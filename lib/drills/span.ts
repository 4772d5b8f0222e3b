/**
 * Span and fingering for drill scores: the widest chord per hand against the hand profile, and
 * estimated fingering for notes the score left unfingered.
 */
import type { Hand, NoteEvent, Passage, Pitch } from "../score/types";
import type { FingeringMemo, HandProfile, SpanReport } from "./types";
import { DEFAULT_PROFILE, spanOf } from "./hand";
import { estimateFingering } from "./fingering";
import { mergeTies } from "../score/ties";

/** The profile drills use when none is given (hand.ts `DEFAULT_PROFILE`). */
export const PROFILE: HandProfile = DEFAULT_PROFILE;

/**
 * The widest stretch among notes that sound together in these events (one hand), or null when
 * there are no notes. "Together" means overlapping in time, not only struck together: a note held
 * (ties merged) while others are struck counts with them, as in a held-tone drill. The set of
 * sounding notes only grows at an onset, so each onset's sounding set is measured. Fingering
 * narrows the limit when every note of the set has one.
 *
 * @example
 * measureSpan(drill.score.events.filter((e) => e.staff === 1), PROFILE)?.semitones;
 */
export function measureSpan(events: readonly NoteEvent[], profile: HandProfile): SpanReport | null {
  const notes = mergeTies(events.filter((e) => e.pitch && !e.grace)).sort((a, b) => a.onset.compare(b.onset));
  if (notes.length === 0) return null;
  let worst: SpanReport | null = null;
  let sounding: { e: NoteEvent; end: number }[] = [];
  for (let i = 0; i < notes.length; ) {
    // Onsets as numbers: different onsets with small denominators never share a double.
    const t = notes[i]!.onset.valueOf();
    sounding = sounding.filter((s) => s.end > t);
    for (; i < notes.length && notes[i]!.onset.valueOf() === t; i++) {
      const e = notes[i]!;
      sounding.push({ e, end: e.onset.add(e.duration).valueOf() });
    }
    if (sounding.length < 2) continue;
    const set = sounding.map((s) => s.e);
    const fingers = set.map((e) => e.fingering?.[0]?.finger ?? null);
    const report = spanOf(set, fingers.every((f) => f !== null) ? fingers : null, profile);
    if (!worst || report.mm > worst.mm || (report.mm === worst.mm && report.overComfortable && !worst.overComfortable)) {
      worst = report;
    }
  }
  return worst ?? spanOf([notes[0]!], null, profile);
}

/**
 * Span of pitches one hand holds in one position (no fingering), for generators that move notes.
 *
 * @example
 * pitchSpan([pitchFromName("C4"), pitchFromName("E5")], PROFILE).overComfortable; // true for the default hand
 */
export function pitchSpan(pitches: readonly Pitch[], profile: HandProfile): SpanReport {
  return spanOf(pitches.map((p) => ({ midi: p.midi })), null, profile);
}

export type { FingeringMemo } from "./types";

/**
 * An empty fingering memo.
 *
 * @example
 * const memo = newFingeringMemo();
 */
export function newFingeringMemo(): FingeringMemo {
  return { passage: new WeakMap(), sequences: new Map() };
}

/**
 * The passage's estimated (or written) finger per note id for one hand, computed once per memo.
 *
 * @example
 * passageFingers(passage, "right", newFingeringMemo()).get(passage.events[0].id); // 1
 */
export function passageFingers(passage: Passage, hand: Hand, memo: FingeringMemo): ReadonlyMap<string, number> {
  let byHand = memo.passage.get(passage);
  if (!byHand) memo.passage.set(passage, (byHand = new Map()));
  let found = byHand.get(hand);
  if (!found) {
    const events = passage.events.filter((e) => e.staff === passage.staffOf[hand]);
    const { fingers } = estimateFingering(events, hand, { costs: false, keyOf: () => passage.key });
    const map = new Map<string, number>();
    events.forEach((e, i) => { if (fingers[i] != null) map.set(e.id, fingers[i]!); });
    byHand.set(hand, (found = map));
  }
  return found;
}

/** Where a drill's notes come from, so the passage's fingering can be carried onto them. */
export interface FingeringCarry {
  readonly passage: Passage;
  /** Per event (same order as the events): the passage note it plays, if any. */
  readonly sources: readonly (NoteEvent | undefined)[];
  /** Per event: the passage note a moved note stands for (same finger suggested, any interval). */
  readonly likes?: readonly (NoteEvent | undefined)[];
  readonly memo: FingeringMemo;
}

function sequenceKey(hand: Hand, events: readonly NoteEvent[], hints: readonly (number | null)[] | undefined): string {
  let key = hand;
  for (let i = 0; i < events.length; i++) {
    const e = events[i]!;
    if (!e.pitch) continue;
    key += `|${e.pitch.midi}@${e.onset.n}/${e.onset.d}${e.grace ? "g" : ""}${e.tie[0]}${e.fingering?.[0]?.finger ?? ""}:${hints?.[i] ?? ""}`;
  }
  return key;
}

/**
 * The estimated finger for each unfingered note (null where the note keeps its written finger, is
 * a rest or a tied continuation), estimating each hand's notes together. `handOf(i)` is event i's
 * hand. With `carry`, a note that plays a passage note (same key, or octaves apart) is steered
 * towards the finger the passage's own estimate gives it, so a drill is fingered as the piece is,
 * and only new notes are searched freely; estimates are shared through the memo.
 *
 * @example
 * estimatedFingers(events, () => "right"); // [null, 2, 3, …] when the first note is fingered
 */
export function estimatedFingers(events: readonly NoteEvent[], handOf: (i: number) => Hand, carry?: FingeringCarry): (number | null)[] {
  const out: (number | null)[] = new Array<number | null>(events.length).fill(null);
  const byHand = new Map<Hand, number[]>();
  events.forEach((_, i) => {
    const h = handOf(i);
    const list = byHand.get(h);
    if (list) list.push(i); else byHand.set(h, [i]);
  });
  for (const [hand, idx] of byHand) {
    const handEvents = idx.map((i) => events[i]!);
    let hints: (number | null)[] | undefined;
    if (carry) {
      const fromPassage = passageFingers(carry.passage, hand, carry.memo);
      const staff = carry.passage.staffOf[hand];
      hints = idx.map((i) => {
        const src = carry.sources[i];
        const e = events[i]!;
        if (!e.pitch) return null;
        if (src?.pitch && src.staff === staff && (e.pitch.midi - src.pitch.midi) % 12 === 0) return fromPassage.get(src.id) ?? null;
        const like = carry.likes?.[i];
        return like && like.staff === staff ? fromPassage.get(like.id) ?? null : null;
      });
    }
    const key = carry ? sequenceKey(hand, handEvents, hints) : "";
    let fingers = carry ? carry.memo.sequences.get(key) : undefined;
    if (!fingers) {
      fingers = estimateFingering(handEvents, hand, { hints, costs: false, ...(carry ? { keyOf: () => carry.passage.key } : {}) }).fingers;
      if (carry) carry.memo.sequences.set(key, fingers);
    }
    idx.forEach((i, k) => {
      const e = events[i]!;
      const f = fingers[k];
      if (!e.pitch || e.fingering?.length || f == null || e.tie === "stop" || e.tie === "continue") return;
      out[i] = f;
    });
  }
  return out;
}

/**
 * Add estimated fingering (marked "estimated", from `estimateFingering`) to unfingered notes, per
 * staff; the score's own fingerings stay as they are and steer the estimate. Tied continuations
 * get no finger. `carry` as for `estimatedFingers`.
 *
 * @example
 * addEstimatedFingering(events, () => "right");
 */
export function addEstimatedFingering(events: NoteEvent[], handOfStaff: (staff: number) => Hand, carry?: FingeringCarry): NoteEvent[] {
  const fingers = estimatedFingers(events, (i) => handOfStaff(events[i]!.staff), carry);
  return events.map((e, i) => (fingers[i] == null ? e : { ...e, fingering: [{ finger: fingers[i]! }], fingeringSource: "estimated" }));
}
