/**
 * Written note values: a sounding duration split into notes a score can show (type, dots, tuplet),
 * longest first.
 */
import Fraction from "fraction.js";
import type { Written } from "../score/types";
import { NOTE_TYPES } from "../score/write-durations";

/** Note values a drill writes: whole down to 128th (from the writer's table of MusicXML types). */
const BASES = NOTE_TYPES.slice(
  NOTE_TYPES.findIndex(([type]) => type === "whole"),
  NOTE_TYPES.findIndex(([type]) => type === "128th") + 1,
);

/** Every written value (type with 0–2 dots), longest first. */
const VALUES: readonly { type: string; dots: number; value: Fraction }[] = BASES.flatMap(
  ([type, v]) => [
    { type, dots: 2, value: v.mul(7, 4) },
    { type, dots: 1, value: v.mul(3, 2) },
    { type, dots: 0, value: v },
  ],
).sort((a, b) => b.value.compare(a.value));

/**
 * Split a sounding duration into written pieces (longest first), keeping a tuplet ratio.
 * Throws when a piece would be shorter than a 128th.
 *
 * @example
 * writtenPieces(new Fraction(5, 4)).map((p) => p.written.type); // ["quarter", "16th"]
 * writtenPieces(new Fraction(1, 3), { actual: 3, normal: 2 })[0].written.type; // "eighth"
 */
export function writtenPieces(
  duration: Fraction,
  tuplet?: { actual: number; normal: number },
): { duration: Fraction; written: Written }[] {
  const key = `${duration.s < 0 ? "-" : ""}${duration.n}/${duration.d}:${tuplet ? `${tuplet.actual}/${tuplet.normal}` : ""}`;
  let found = PIECES.get(key);
  if (!found) {
    found = computePieces(duration, tuplet);
    if (PIECES.size > 4096) PIECES.clear();
    PIECES.set(key, found);
  }
  return found.map((p) => ({ duration: p.duration, written: { ...p.written, tuplet: p.written.tuplet ? { ...p.written.tuplet } : null } }));
}

/** Written pieces by duration and tuplet: a pure function of a few hundred inputs, so kept. */
const PIECES = new Map<string, readonly { duration: Fraction; written: Written }[]>();

function computePieces(
  duration: Fraction,
  tuplet?: { actual: number; normal: number },
): { duration: Fraction; written: Written }[] {
  if (!tuplet || impliedTuplet(duration.mul(tuplet.actual, tuplet.normal))) tuplet = impliedTuplet(duration);
  const factor = tuplet ? new Fraction(tuplet.actual, tuplet.normal) : new Fraction(1);
  let rest = duration.mul(factor);
  const out: { duration: Fraction; written: Written }[] = [];
  while (rest.compare(0) > 0) {
    const v = VALUES.find((c) => c.value.compare(rest) <= 0);
    if (!v) throw new RangeError(`duration ${duration.toFraction()} cannot be written`);
    out.push({
      duration: v.value.div(factor),
      written: { type: v.type, dots: v.dots, tuplet: tuplet ? { ...tuplet } : null },
    });
    rest = rest.sub(v.value);
  }
  return out;
}

/**
 * The tuplet a duration needs when it is not a plain note value (its denominator is not a power
 * of two): the odd part of the denominator in the time of the next lower power of two (3:2, 5:4 …).
 *
 * @example
 * impliedTuplet(new Fraction(1, 3)); // { actual: 3, normal: 2 }
 * impliedTuplet(new Fraction(3, 4)); // undefined
 */
export function impliedTuplet(duration: Fraction): { actual: number; normal: number } | undefined {
  let odd = Number(duration.d);
  while (odd % 2 === 0) odd /= 2;
  if (odd === 1) return undefined;
  let normal = 1;
  while (normal * 2 < odd) normal *= 2;
  return { actual: odd, normal };
}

→ **WHAT THE TASK REQUIRES**:
In how many lines of the records does the string "sources" occur? Answer with the number alone.

→ **RESPONSE BOX**:
2